The number of hate crimes against Muslims has never returned to pre-9/11 levels. By 2011, a decade after the 9/11 attack, police departments recorded 162 anti-Muslim hate crimes across the U.S., more than five times the number prior to 2001.
Categorizing hate crimes in these instances can be complicated because the bias may be directed at a person’s religion or their apparent ethnicity — or both. Typically, these categories of identity are jumbled together in the public consciousness. For example, Islamophobia has also led to attacks on the Sikh community, often because attackers mistakenly confused them with Muslims. Those incidents are generally classified as anti-Muslim hate, and there’s no national data on how often this happens. The FBI did not track anti-Sikh hate crimes until 2015, three years after a gunman killed six people in a Sikh temple in Wisconsin.
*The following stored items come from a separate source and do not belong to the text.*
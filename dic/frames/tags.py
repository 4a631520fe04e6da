"""What a picture file says of itself: when it was taken, and for how long the shutter was open.

TIFF 6.0 (DateTime, tag 306) and Exif 2.32 (DateTimeOriginal, its sub-seconds, ExposureTime), the latter
in TIFF, JPEG and PNG.
"""

from __future__ import annotations

import logging
import math
import warnings
from collections.abc import Iterator, Sequence
from dataclasses import dataclass
from itertools import groupby
from pathlib import Path
from typing import Any

from dic.frames import instants
from dic.frames.page import Page

#: Tags that hold a stamp and the tags that hold its sub-seconds, the one nearest to the shutter first.
_STAMPS = ((36867, 37521), (36868, 37522), (306, 37520))
_EXIF, _EXPOSURE = 34665, 33434
#: What the TIFF library calls the tags of the Exif directory.
_NAMED = {
    "DateTimeOriginal": 36867,
    "DateTimeDigitized": 36868,
    "SubsecTime": 37520,
    "SubsecTimeOriginal": 37521,
    "SubsecTimeDigitized": 37522,
    "ExposureTime": _EXPOSURE,
}


@dataclass(frozen=True)
class Tags:
    """What is known of one picture.

    Attributes
    ----------
    taken
        Instants, ns, from DateTimeOriginal, DateTimeDigitized and DateTime; None where there is none.
    exposure_s
        Exposure time, s; None where it is not said.
    """

    taken: tuple[int | None, ...] = (None,) * len(_STAMPS)
    exposure_s: float | None = None


def read_tags(pages: Sequence[Page]) -> list[Tags]:
    """Read what picture files say of themselves; damaged or foreign tags count as absent.

    Parameters
    ----------
    pages
        The pictures, those of one file one behind the other.

    Returns
    -------
    list of Tags
        One per picture.
    """
    found: list[Tags] = []
    for path, group in groupby(pages, key=lambda page: page.path):
        found += _of_file(path, [page.index for page in group])
    return found


def _of_file(path: Path, indices: list[int]) -> Iterator[Tags]:
    try:
        with warnings.catch_warnings():
            warnings.simplefilter("ignore")
            tiff = path.suffix.lower() in (".tif", ".tiff", ".dng")
            said = _from_tiff(path, indices) if tiff else _from_still(path)
    except Exception:  # the decoders raise whatever their authors chose
        said = []
    for place in range(len(indices)):
        yield _understood(said[place]) if place < len(said) else Tags()


def _from_tiff(path: Path, indices: list[int]) -> list[dict[int, Any]]:
    import tifffile

    logging.getLogger("tifffile").addHandler(logging.NullHandler())
    pages = []
    with tifffile.TiffFile(path) as tiff:
        for index in indices:
            # A picture in a branch, as in DNG, has its tags at the first page.
            tags = tiff.pages[max(index, 0)].aspage().tags
            said = {code: tags.valueof(code) for pair in _STAMPS for code in pair}
            exif = tags.valueof(_EXIF)
            inner = exif if isinstance(exif, dict) else {}
            said |= {_NAMED[name]: value for name, value in inner.items() if name in _NAMED}
            said.setdefault(_EXPOSURE, tags.valueof(_EXPOSURE))
            pages.append(said)
    return pages


def _from_still(path: Path) -> list[dict[int, Any]]:
    from PIL import Image

    with Image.open(path, formats=["PNG", "JPEG"]) as picture:
        exif = picture.getexif()
        return [{**exif, **exif.get_ifd(_EXIF)}]


def _understood(said: dict[int, Any]) -> Tags:
    return Tags(
        tuple(_instant(said.get(stamp), said.get(below)) for stamp, below in _STAMPS),
        _exposure(said.get(_EXPOSURE)),
    )


def _instant(stamp: Any, below: Any) -> int | None:
    """Return a stamp with its sub-seconds, which are the digits behind the decimal point."""
    whole = instants.from_text(stamp) if isinstance(stamp, str) else None
    digits = str(below).strip(" \0") if isinstance(below, str | int) else ""
    if whole is None or not (digits.isascii() and digits.isdigit()) or whole % instants.SECOND:
        return whole
    return whole + instants.fraction(digits)


def _exposure(said: Any) -> float | None:
    try:
        value = said[0] / said[1] if isinstance(said, tuple) and len(said) == 2 else float(said)
    except (TypeError, ValueError, ArithmeticError):
        return None
    # An hour is no exposure of a frame in a test.
    return float(value) if math.isfinite(value) and 0 < value < 3600 else None
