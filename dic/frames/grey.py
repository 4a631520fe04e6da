"""Grey values from colour pictures and mosaics: red + 2 green + blue, by four, at every pixel.

One rule for both, so that a camera's mosaic and its colour pictures read alike.  Green counts twice
because a mosaic has twice as many green sites (Bayer, US patent 3971065).  The weights are fixed, so
that grey stays a linear function of light: no gamma, no rescaling, and a grey scene keeps its values.

In a mosaic the binomial weights (1 2 1)⊗(1 2 1)/16 around a pixel fall to red, green and blue as
1/4, 1/2 and 1/4 whatever the pixel's own colour, and each colour's lie evenly about it: the picture is
smoothed, but neither shifted nor patterned by its sites.
"""

from __future__ import annotations

from typing import Any

import cv2
import numpy as np
from numpy.typing import NDArray

from dic.frames.page import Page

Grey = NDArray[np.uint8] | NDArray[np.uint16] | NDArray[np.float32]

_BINOMIAL = np.array([0.25, 0.5, 0.25], np.float32)


def to_grey(page: Page, stored: NDArray[Any]) -> Grey:
    """Return grey values, shape (rows, columns), larger where there was more light.

    Parameters
    ----------
    page
        What the values are.
    stored
        Values as stored, shape (rows, columns) or (rows, columns, 3).

    Returns
    -------
    ndarray
        As stored, or float32 where values were weighted; the sums of 16-bit values are exact in it.
    """
    if page.kind == "grey":
        return stored
    if page.kind == "white is zero":
        return np.subtract(page.top, stored, dtype=stored.dtype)
    if page.kind == "colour":
        grey = stored[..., 1].astype(np.float32)
        grey *= 2
        grey += stored[..., 0]
        grey += stored[..., 2]
        grey *= 0.25
        return grey
    # Mirrored about the outermost pixel, so that sites keep their colours beyond the border.
    return np.asarray(
        cv2.sepFilter2D(stored, cv2.CV_32F, _BINOMIAL, _BINOMIAL, borderType=cv2.BORDER_REFLECT_101),
        np.float32,
    )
In 2022, Black people were the most common target of hate crimes, accounting for 30% of the 11,296 incidents that police departments across the country documented, according to FBI data. Anti-Jewish hate crimes were the second-most common.
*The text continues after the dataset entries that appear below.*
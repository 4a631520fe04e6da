"""Instants as whole nanoseconds since 1970, so that stamps keep their last digit; and their text."""

from __future__ import annotations

import re
from datetime import datetime, timedelta

SECOND = 1_000_000_000
DAY = 24 * 3600 * SECOND
_ZERO = datetime(1970, 1, 1)
#: ``2026:05:04 10:20:30`` as EXIF and TIFF write it, or ISO 8601, with any part of a second.
_STAMP = re.compile(
    r"\s*(\d{4})[:/.-](\d{1,2})[:/.-](\d{1,2})[T ]"
    r"\s?(\d{1,2}):(\d{1,2}):(\d{1,2})(?:[.,](\d{1,9}))?[\s\0]*(?:Z|[+-]\d\d:?\d\d)?",
    re.ASCII,
)
#: ``10:20:30`` with any part of a second.
_CLOCK = re.compile(r"\s*(\d{1,2}):(\d{2}):(\d{2})(?:[.,](\d{1,9}))?\s*", re.ASCII)
#: No stamp is longer.
_LONGEST = 60


def from_text(text: str) -> int | None:
    """Return the instant that a stamp names, on the clock that wrote it; None where it is no stamp.

    A time zone behind it is not converted: it is the same for all stamps of a test.
    """
    found = _STAMP.fullmatch(text) if len(text) <= _LONGEST else None
    if found is None:
        return None
    *parts, digits = found.groups()
    return from_parts(*(int(part) for part in parts), nanoseconds=fraction(digits or ""))


def of_day(text: str) -> int | None:
    """Return the nanoseconds since midnight that a time of day names; None where it is none."""
    found = _CLOCK.fullmatch(text) if len(text) <= _LONGEST else None
    if found is None:
        return None
    *parts, digits = found.groups()
    return from_parts(1970, 1, 1, *(int(part) for part in parts), nanoseconds=fraction(digits or ""))


def past_midnight(found: list[int]) -> list[int]:
    """Let times of day run on where a test passes midnight: half a day backwards is no disorder."""
    if found and max(found) - min(found) > DAY // 2:
        return [instant + DAY if instant < DAY // 2 else instant for instant in found]
    return found


def from_parts(
    year: int, month: int, day: int, hour: int = 0, minute: int = 0, second: int = 0, *, nanoseconds: int = 0
) -> int | None:
    """Return the instant of a date and a time of day; None where the calendar has no such day or time."""
    try:
        return from_datetime(datetime(year, month, day, hour, minute, second)) + nanoseconds
    except ValueError:
        return None


def from_datetime(moment: datetime) -> int:
    """Return the instant of a date and time, to the second."""
    return (moment - _ZERO) // timedelta(seconds=1) * SECOND


def fraction(digits: str) -> int:
    """Return the nanoseconds of the digits behind a second's decimal point, nine of them at most."""
    return int(digits.ljust(9, "0")[:9])


def to_datetime(instant: int) -> datetime:
    """Return an instant for people, to the microsecond."""
    return _ZERO + timedelta(microseconds=instant // 1000)
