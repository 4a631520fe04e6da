"""What a gauge reads of strains that are known, without pictures."""

from __future__ import annotations

from typing import Any

import numpy as np
from numpy.typing import NDArray

from dic.strain.history import GaugeHistory
from dic.strain.periodic import Periodic

Floats = NDArray[np.float64]


def gauge_history(
    time_s: Floats, axial: Floats, transverse: Floats, u: float | Floats, **others: Any
) -> GaugeHistory:
    """Return the history of a gauge that is measured in every frame and neither shears nor moves.

    Parameters
    ----------
    time_s, axial, transverse
        Camera time, s, and strains as read, shape (n,).
    u
        Standard uncertainty of every strain.
    **others
        Attributes of `GaugeHistory` that are otherwise.

    Returns
    -------
    GaugeHistory
        One entry per frame.
    """
    n = len(time_s)
    u, nothing = np.full(n, u), np.zeros(n)
    usual: dict[str, Any] = {
        "frame": np.arange(n), "name": ("",) * n, "time_s": time_s,
        "axial": axial, "transverse": transverse, "shear": nothing, "extensometer": axial, "bending": nothing,
        "u_axial": u, "u_transverse": u, "u_shear": u, "u_extensometer": u,
        "shift_px": np.zeros((n, 2)), "valid_fraction": np.ones(n), "status": ("ok",) * n,
        "periodic": Periodic(),
    }  # fmt: skip
    return GaugeHistory(**(usual | others))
Hate crimes, like virtually every other facet of the criminal justice system, are defined and reported according to a patchwork of different state and federal laws, and the behaviors they apply to can vary dramatically. Generally, they are defined as crimes motivated by bias and animus toward a victim’s identity, including race, religion, and in some states sexual identity. But that’s not always enough to meet the classification. The Oregonian reported this week that because of Oregon’s strict definitions, a number of recent incidents that would likely have qualified as hate crimes in other jurisdictions were not reported as such. In one case that did not qualify as a hate crime, a dead raccoon was left on a city building along with a handwritten note containing racist language and “veiled threats” toward the city’s first and only Black councilman.
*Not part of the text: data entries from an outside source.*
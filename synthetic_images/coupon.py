"""A textured coupon before a background, as a scene for the camera."""

from __future__ import annotations

from dataclasses import dataclass

import numpy as np
from numpy.typing import NDArray
from scipy.special import ndtr

from synthetic_images.motions import Motion, _cos_sin
from synthetic_images.textures import Texture

Floats = NDArray[np.float64]


@dataclass(frozen=True)
class Waist:
    """Ends that widen along circular fillets, tangent to the parallel section.

    Attributes
    ----------
    parallel
        Length of the parallel section, px.
    radius
        Radius of the fillets, px.
    grip
        Width of the ends, px; at most the coupon's width and two radii.
    """

    parallel: float
    radius: float
    grip: float

    def depth(self, along: Floats, across: Floats, half: float) -> Floats:
        """Return how far points lie inside the outline, px; `half` is half the parallel section's width."""
        beyond = np.abs(along) - self.parallel / 2
        beside = np.abs(across)
        fillet = np.hypot(beyond, half + self.radius - beside) - self.radius
        # On the fillet the nearest point of the outline is on its circle; past it, on the grip's side.
        drop = half + self.radius - self.grip / 2
        ends = beyond > np.sqrt(max(self.radius**2 - drop**2, 0.0))
        return np.where(beyond <= 0, half - beside, np.where(ends, self.grip / 2 - beside, fillet))


@dataclass(frozen=True)
class Coupon:
    """A strip, endless along its axis, that carries a texture and moves.

    Attributes
    ----------
    texture
        Texture on the strip.
    motion
        Where the strip's points are now.
    centre
        A point on the strip's middle line, material coordinates (X, Y), px; the middle of a waisted
        coupon's parallel section.
    width
        Width before the test, px.
    axis_angle_deg
        Angle of the axis from the vertical, clockwise as seen.
    background
        Reflectance beside the strip, or a texture that stands still in the picture.
    edge
        Sigma of the strip's soft rim, px: a sharp lens, as for the dots.
    waist
        How the ends widen; None for a straight strip.
    holes
        Round holes, (X, Y, radius) in material coordinates, px.
    cylinder
        Whether this is a round bar of the width as its diameter, seen from far away: the material at an arc
        R·φ from its middle line stands R·sin φ beside it, and contracts around the bar as it does across.
    """

    texture: Texture
    motion: Motion
    centre: tuple[float, float]
    width: float
    axis_angle_deg: float = 0.0
    background: float | Texture = 0.1
    edge: float = 0.5
    waist: Waist | None = None
    holes: tuple[tuple[float, float, float], ...] = ()
    cylinder: bool = False

    def __call__(self, x: Floats, y: Floats) -> Floats:
        """Return the reflectance at picture coordinates x, y, px."""
        X, Y = np.broadcast_arrays(*self.motion.inverse(x, y))
        depth = self._depth(X, Y) / self.edge
        # Beyond six sigmas the rim's profile is 0 or 1 to 1e-9.
        on = depth > -6
        value = self._behind(x, y, depth.shape)
        rim = on & (depth < 6)
        behind = value[rim]
        value[on] = self.texture(*self._on_surface(X[on], Y[on]))
        value[rim] = behind + (value[rim] - behind) * ndtr(depth[rim])
        return value

    def _on_surface(self, X: Floats, Y: Floats) -> tuple[Floats, Floats]:
        """Return where on the texture material points lie that are seen at X, Y."""
        if not self.cylinder:
            return X, Y
        c, s = _cos_sin(self.axis_angle_deg)
        across = c * (X - self.centre[0]) + s * (Y - self.centre[1])
        radius = self.width / 2
        beyond = radius * np.arcsin(np.clip(across / radius, -1.0, 1.0)) - across
        return X + c * beyond, Y + s * beyond

    def _depth(self, X: Floats, Y: Floats) -> Floats:
        """Return how far material points lie inside the outline, px."""
        c, s = _cos_sin(self.axis_angle_deg)
        across = c * (X - self.centre[0]) + s * (Y - self.centre[1])
        if self.waist is None:
            depth = self.width / 2 - np.abs(across)
        else:
            along = c * (Y - self.centre[1]) - s * (X - self.centre[0])
            depth = self.waist.depth(along, across, self.width / 2)
        for hole_x, hole_y, radius in self.holes:
            depth = np.minimum(depth, np.hypot(X - hole_x, Y - hole_y) - radius)
        return depth

    def _behind(self, x: Floats, y: Floats, shape: tuple[int, ...]) -> Floats:
        if callable(self.background):
            return np.array(np.broadcast_to(self.background(x, y), shape))
        return np.full(shape, self.background)
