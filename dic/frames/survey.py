"""A look at frames before there is a test file: what they are, and which clocks they carry."""

from __future__ import annotations

from dataclasses import dataclass
from pathlib import Path

import numpy as np

from dic.errors import FrameError, Notice
from dic.frames.clock import best_stamps, frame_clock
from dic.frames.names import suggested_pattern
from dic.frames.source import FrameSource, open_frames
from dic.frames.tags import read_tags
from dic.testfile import Frames

#: A rate that stands in where none is known yet.
_ANY_RATE = 1.0


@dataclass(frozen=True)
class ClockFound:
    """A clock that the files carry.

    Attributes
    ----------
    keys
        What to write into ``[frames]`` for it.
    rate_hz
        Frames per second, from the median interval.
    duration_s
        From the first frame to the last, s.
    notices
        Doubts about it.
    """

    keys: dict[str, str]
    rate_hz: float
    duration_s: float
    notices: tuple[Notice, ...]


@dataclass(frozen=True)
class FramesSurvey:
    """What was found.

    Attributes
    ----------
    source
        The frames, with a rate that only stands in.
    clocks
        The clocks that the files carry, by name: ``tags``, ``names``, ``video``, ``modified``; only
        those that can be used.
    notices
        Doubts about the frames.
    """

    source: FrameSource
    clocks: dict[str, ClockFound]
    notices: tuple[Notice, ...]


def look_at_frames(path: str | Path) -> FramesSurvey:
    """Look at a folder, a file or a pattern of frames.

    Parameters
    ----------
    path
        The frames.

    Returns
    -------
    FramesSurvey
        What they are; nothing is measured.

    Raises
    ------
    FrameError
        If there are none, or they cannot be frames of one test.
    """
    path = Path(path)
    source = open_frames(Frames(source=path.name, rate=_ANY_RATE), path.parent)
    # What numbers missing would do to a rate, it does not do to the clocks that were found.
    notices = tuple(notice for notice in source.notices if notice.code != "frame_numbers_missing")
    return FramesSurvey(source, clocks_found(source), notices)


def clocks_found(source: FrameSource) -> dict[str, ClockFound]:
    """Return the clocks that the files carry and that can be used.

    Parameters
    ----------
    source
        The frames in natural order of their names.
    """
    tags = read_tags(source.pages)
    damaged = [bool(page.damage) for page in source.pages]
    pattern = suggested_pattern([page.path.name for page in source.pages])
    video = source.pages[0].film is not None
    wanted: dict[str, dict[str, str] | None] = {
        "video": {} if video else None,
        "tags": {"clock": "tags"} if best_stamps(tags, damaged) is not None else None,
        "names": {"clock": "names", "name_time": pattern} if pattern is not None else None,
        "modified": {"clock": "modified"},
    }
    found = {}
    for name, keys in wanted.items():
        if keys is None:
            continue
        try:
            # The files' own names need not be ones that a test file may hold.
            section = Frames.model_validate({"source": f"frames{source.pages[0].path.suffix}", **keys})
            clock = frame_clock(section, Path(), source.pages, tags)
        except FrameError:
            continue
        rate = float(1 / np.median(np.diff(clock.time_s)))
        found[name] = ClockFound(keys, rate, float(np.ptp(clock.time_s)), clock.notices)
    return found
Hate crime reporting also relies heavily on subjective decisions by the police, so the sensitivity of individual departments and investigators affects the data. Several years ago, The Marshall Project found that Washington, D.C., had reported more gender and gender identity-based hate crimes than any other jurisdiction in the country and more than the next three highest cities combined. Police officials there viewed it not as proof that the city had an outsized problem, but that they were doing an especially good job screening for these offenses. In California, officials recently rolled out a program that allows the state to collect data on possible hate incidents not reported to police via a hotline.
It’s likely that most potential hate crimes are never even reported to police. A Marshall Project analysis of the U.S. Justice Department’s National Crime Victimization Survey shows just 48% of hate crime victims said they reported their experience to the police in 2022. Hate crime victims who said they were targeted for their religion or sexual orientation were the least likely to report to the police.
From 2010 to 2022, the most common reasons that hate crime victims cited for not going to the police were that they reported the incident to non-law enforcement authorities, like a security guard or school official, and that they believed the crime was too minor. Some victims also said they thought police would not consider the crime important enough and “wouldn’t want to be bothered or get involved,” the victimization survey shows.
All of that limits what we know about how much bias motivates crimes in the U.S., experts say. “If you were asking me how much hate crime there is in America, I would say ‘I don’t know, but it’s too much,’” said Alex Piquero, a criminology professor at the University of Miami who led the Bureau of Justice Statistics under the Biden Administration.
“We need to do a much better job at empowering people when they get victimized,” Piquero said. “To report it, and then seek whatever services that they may need.”